RFM['Segments'] = RFM_Segments

In [97]:
def group_function(df):
    if df['rfm_total_score'] > 9:
        return "Elite Customers"
    elif df['rfm_total_score'] > 5 and df['F_score'] == 4:
        return 'Frequent Customers'
    elif df['rfm_total_score'] <= 5 and df['F_score'] == 1:
        return 'Rare Customer'
    elif df['rfm_total_score'] <= 5:
        return "Cost-conscious Customers"
    else:
        return 'Moderate Value Customers'

In [98]:
RFM['Group']= RFM.apply(group_function,axis=1)
if(len(RFM.columns) == 9):
    RFM.reset_index(inplace=True)
customer_segments_df = RFM[['Customer ID', 'Group']]
customer_segments_df = customer_segments_df.reset_index(drop=True)
customer_segments_df.to_csv('customer_segments.csv')

# Apriori

# Data grouping and transformation (Customer Segmenatation)

In [99]:
merged_df = pd.merge(df, customer_segments_df, on='Customer ID', how='outer')

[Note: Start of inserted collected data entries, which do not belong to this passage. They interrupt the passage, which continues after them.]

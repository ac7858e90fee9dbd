"""Check a sequence and, if nothing stands in the way, publish its tables.

The folder is written whole or not at all; an older one that wellseq made is replaced.  With --each
every value of the sequence's `each` becomes a folder of its own, FOLDER-1, FOLDER-2 and so on.
With --draft tables are written whatever was found, to FOLDER-draft, which says that it is a draft
and which verify refuses.
"""

from __future__ import annotations

import argparse
import sys

from wellseq.cli import status
from wellseq.cli.common import (
    add_format,
    add_lets,
    complain,
    lets_of,
    print_report,
    status_of,
)
from wellseq.cli.members import TYPE_CHECKING, names_in

if TYPE_CHECKING:
    from wellseq.checks.case import Case

EXAMPLE = "wellseq build evening.well -o evening-tables --also npz,hdf5"


def add_arguments(parser: argparse.ArgumentParser) -> None:
    """FILE, -o FOLDER, --also, --draft, --each, --each-of, --let, --format, --margins."""
    parser.add_argument("file", metavar="FILE", help="a sequence, NAME.well")
    parser.add_argument(
        "-o", "--output", required=True, metavar="FOLDER", help="the folder to publish"
    )
    parser.add_argument(
        "--also",
        default=(),
        type=_forms,
        metavar="FORM,…",
        help=f"further forms of every table: {', '.join(names_in('emit', 'also'))}",
    )
    parser.add_argument(
        "--draft", action="store_true", help="write tables with findings, marked as a draft"
    )
    parser.add_argument(
        "--each", action="store_true", help="a folder per value of the sequence's `each`"
    )
    parser.add_argument(
        "--each-of", metavar="NAME", help="the same, where a sequence has more than one `each`"
    )
    add_lets(parser)
    add_format(parser)


def _forms(text: str) -> tuple[str, ...]:
    known = names_in("emit", "also")
    forms = tuple(sorted({form.strip() for form in text.split(",")}))
    for form in forms:
        if form not in known:
            raise argparse.ArgumentTypeError(f"'{form}' is none of {', '.join(known)}")
    return forms


def run(arguments: argparse.Namespace) -> int:
    """Check, then publish; returns the exit status."""
    from wellseq.emit.examined import examined
    from wellseq.emit.publish import CannotPublish, Miswritten

    cases = _cases(arguments)
    things = [examined(case) for case in cases]
    print_report(things, arguments)
    code = status.worst(status_of(thing) for thing in things)
    if code != status.CLEAR and not arguments.draft:
        complain("nothing was written")
        return code
    try:
        for folder, case in zip(_folders(arguments, len(cases)), cases, strict=True):
            _publish(folder, case, arguments)
    except CannotPublish as why:
        complain(str(why))
        return status.NO_OUTPUT
    except Miswritten as why:
        complain(f"this is a fault of wellseq itself: {why}; nothing was published")
        return status.OUR_FAULT
    return code


def _publish(folder: str, case: Case, arguments: argparse.Namespace) -> None:
    from wellseq.pipeline import publish, publish_draft

    if not arguments.draft:
        publish(case, folder, arguments.also)
        _tell(folder, case, "read cautions.md first")
        return
    named = publish_draft(case, folder, arguments.also)
    if named is None:
        complain(f"{folder}: there are no tables to draft")
    else:
        _tell(str(named), case, "a DRAFT, not to be played")


def _cases(arguments: argparse.Namespace) -> list[Case]:
    """The cases to publish: one, or one per value of an `each`.

    What keeps the first value from being drawn keeps all of them, and is told once.
    """
    from wellseq.pipeline import compile_file

    lets = lets_of(arguments)
    if not _alone(arguments):
        return [compile_file(arguments.file, lets=lets)]
    cases: list[Case] = []
    count = 1
    while len(cases) < count:
        number = len(cases) + 1
        each = (arguments.each_of, number) if arguments.each_of else number
        cases.append(compile_file(arguments.file, lets=lets, each=each))
        if cases[0].sequence is not None and cases[0].timeline is not None:
            count = len(cases[0].sequence.each_values)
    return cases


def _alone(arguments: argparse.Namespace) -> bool:
    """Whether every value of an `each` is to be played alone."""
    return arguments.each or arguments.each_of is not None


def _folders(arguments: argparse.Namespace, count: int) -> list[str]:
    folder = arguments.output.rstrip("/") or arguments.output
    if not _alone(arguments):
        return [folder]
    return [f"{folder}-{number + 1}" for number in range(count)]


def _tell(folder: str, case: Case, last: str) -> None:
    """Two lines on standard error: standard output belongs to the findings."""
    blocks = case.shipped.blocks if case.shipped is not None else ()
    rows = sum(len(block.ticks) for block in blocks)
    tables = f"{len(blocks)} table" + ("s" if len(blocks) != 1 else "")
    sys.stderr.write(f"{folder}: written, {tables}, {rows} rows; {last}\n")
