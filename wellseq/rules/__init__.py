"""Floor 7: interlock rules judged over all of time, on the shipped table."""
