"""Samples as CSV (RFC 4180), the columns of a block's table: ticks, codes and volts, words."""

from __future__ import annotations

from collections.abc import Iterator

from wellseq.emit.expand import Poured
from wellseq.emit.lines import header, lines


def write(poured: Poured) -> Iterator[bytes]:
    """The lines, the names of the columns first."""
    yield header(poured.rows.columns)
    for run in poured.samples():
        yield from lines(run)
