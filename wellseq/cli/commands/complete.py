"""Write the script that completes wellseq's words in a shell.

For bash: wellseq complete bash > ~/.local/share/bash-completion/completions/wellseq
"""

from __future__ import annotations

import argparse
import sys

from wellseq.cli import status
from wellseq.cli.completion import SHELLS

EXAMPLE = "wellseq complete bash"


def add_arguments(parser: argparse.ArgumentParser) -> None:
    """SHELL."""
    parser.add_argument("shell", choices=SHELLS, metavar="SHELL", help=", ".join(SHELLS))


def run(arguments: argparse.Namespace) -> int:
    """Write the script; returns the exit status."""
    from wellseq.cli.commands.explain import known_names
    from wellseq.cli.completion import command_of, script
    from wellseq.cli.main import Parser, command, command_names

    commands = []
    for name in command_names():
        module = command(name)
        says = (module.__doc__ or "").splitlines()[0]
        parser = Parser(prog=f"wellseq {name}", description=says)
        module.add_arguments(parser)
        words = tuple(sorted(known_names())) if name == "explain" else ()
        commands.append(command_of(name, parser, words))
    sys.stdout.write(script(arguments.shell, commands))
    return status.CLEAR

elite = merged_df[merged_df['Group'] == 'Elite Customers']
elite_transactions = elite.groupby('Bill No')['Sub Category Name'].apply(list).reset_index()
elite_transactions.drop('Bill No', axis=1, inplace=True)

costcon = merged_df[merged_df['Group'] == 'Cost-conscious Customers']
costcon_transactions = costcon.groupby('Bill No')['Sub Category Name'].apply(list).reset_index()
costcon_transactions.drop('Bill No', axis=1, inplace=True)

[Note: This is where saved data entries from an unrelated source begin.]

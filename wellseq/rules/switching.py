"""A switch over time: its levels, and the edges between them as they are emitted.

An edge may be under way from when it can begin at the electrode until it is surely over, rounding
to its clock included.
"""

from __future__ import annotations

from collections.abc import Callable, Iterator
from dataclasses import dataclass
from fractions import Fraction

from wellseq.model.trap import Switch
from wellseq.rules.axis import Axis
from wellseq.rules.course import Course, Interval, Piece, course
from wellseq.timeline.shipped import Shipped


@dataclass(frozen=True, slots=True)
class _Window:
    """An edge under way between two instants of a stretch, from one level to another."""

    start: int
    end: int
    from_level: int
    to_level: int

    def after(self, time: int) -> _Window:
        """What is left of it after a time, counted from there."""
        start = max(self.start - time, 0)
        return _Window(start, self.end - time, self.from_level, self.to_level)


class Switching:
    """One switch: what a quantity is by its level, and while an edge is under way.

    `by_level` gives the course of a stretch at a level; `between` the interval during an edge from
    the intervals of the two levels meanwhile.
    """

    def __init__(
        self,
        axis: Axis,
        shipped: Shipped,
        switch: Switch,
        by_level: Callable[[int, int], Course],
        between: Callable[[tuple[Interval, Interval]], Interval],
    ) -> None:
        self.axis, self.shipped, self.switch = axis, shipped, switch
        self.by_level, self.between = by_level, between
        self.level = shipped.blocks[0].block.levels[switch.name]

    def courses(self) -> Iterator[Course]:
        """One course per stretch, in order."""
        late: list[_Window] = []
        for number, stretch in enumerate(self.axis.stretches):
            windows = late + ([] if stretch.waits else self._windows(stretch.index))
            length = stretch.longest
            yield course(self._pieces(number, windows, length), length)
            # An edge that its clock's rounding takes beyond the end goes on in what follows, be it
            # the wait or, should the trigger come at once, the block after it.
            if not stretch.waits:
                late = [one.after(length) for one in windows if one.end > length]

    def _windows(self, index: int) -> list[_Window]:
        """When each edge may be under way at the electrode, as written and as emitted."""
        rows = self.shipped.blocks[index]
        errors = {(one.output, one.asked_s): one.error_s for one in rows.roundings}
        found = []
        for edge in rows.block.edges:
            if edge.output == self.switch.name:
                error = errors.get((edge.output, edge.command_s), Fraction(0))
                start = max(edge.start_s + min(error, Fraction(0)), Fraction(0))
                end = edge.end_s + max(error, Fraction(0))
                ends = self.axis.units(start), self.axis.units(end)
                found.append(_Window(*ends, edge.from_level, edge.to_level))
        return found

    def _pieces(self, number: int, windows: list[_Window], length: int) -> Iterator[Piece]:
        now = 0
        for window in windows:
            start, end = min(max(window.start, now), length), min(window.end, length)
            yield from self.by_level(number, self.level).pieces(now, start)
            if start < end:
                first, last = (
                    self.by_level(number, level).hull(start, end)
                    for level in (window.from_level, window.to_level)
                )
                between = self.between((first, last))
                yield start, between, between
            self.level, now = window.to_level, end
        rest = self.by_level(number, self.level)
        yield from rest.pieces(now, length)
        if now == length:
            yield length, rest.at(length), rest.at(length)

freq = merged_df[merged_df['Group'] == 'Frequent Customers']
freq_transactions = freq.groupby('Bill No')['Sub Category Name'].apply(list).reset_index()
freq_transactions.drop('Bill No', axis=1, inplace=True)

# Variables for global usage and finalized output

In [100]:
all_consequents, all_antecedents, all_conf, all_lift = [], [], [], []

In [101]:
def apriori_rg(dataset, min_support_ = 0.01):
    antecedents, consequents, consequent_conf, consequent_lift = [], [], [], []
    transactions = []
    for x in dataset['Sub Category Name']:
        transactions.append(x)
    rules = list(apriori(transactions, min_support = min_support_, min_confidence = 0.7, min_lift = 1.5))
    
    print(f"*** Total number of rules formulated: {len(rules)} ***")
    
    for i in rules:
        base_item_set = str(i[2][0].items_base).removeprefix("frozenset({").removesuffix("})")
        add_item_set = str(i[2][0].items_add).removeprefix("frozenset({").removesuffix("})")
        confidence = f"{round(i[2][0].confidence * 100,2)}"
        lift = f"{round(i[2][0].lift,2)}"
        if add_item_set not in consequents:
            antecedents.append(base_item_set)
            consequents.append(add_item_set)
            consequent_conf.append(float(confidence))
            consequent_lift.append(float(lift))
            if add_item_set not in all_consequents:
                all_antecedents.append(base_item_set)
                all_consequents.append(add_item_set)
                all_conf.append(float(confidence))
                all_lift.append(float(lift))
        else:
            prev_conf = consequent_conf[consequents.index(add_item_set)]
            if(float(confidence) > prev_conf):
                antecedents[consequents.index(add_item_set)] = base_item_set
                all_antecedents[consequents.index(add_item_set)] = base_item_set
                consequent_conf[consequents.index(add_item_set)] = float(confidence)
                all_conf[consequents.index(add_item_set)] = float(confidence)
                consequent_lift[consequents.index(add_item_set)] = float(lift)
                all_lift[consequents.index(add_item_set)] = float(lift)
    print(f"*** Total number of strong rules: {len(consequents)} ***")
    print("Market Basket Analysis Rules", end="\n\n")
    for i in range(len(consequents)):
        print(f"Item set 1: {antecedents[i]}\nItem set 2: {consequents[i]}\nconfidence = {consequent_conf[i]}%\nlift = {consequent_lift[i]}", end="\n\n")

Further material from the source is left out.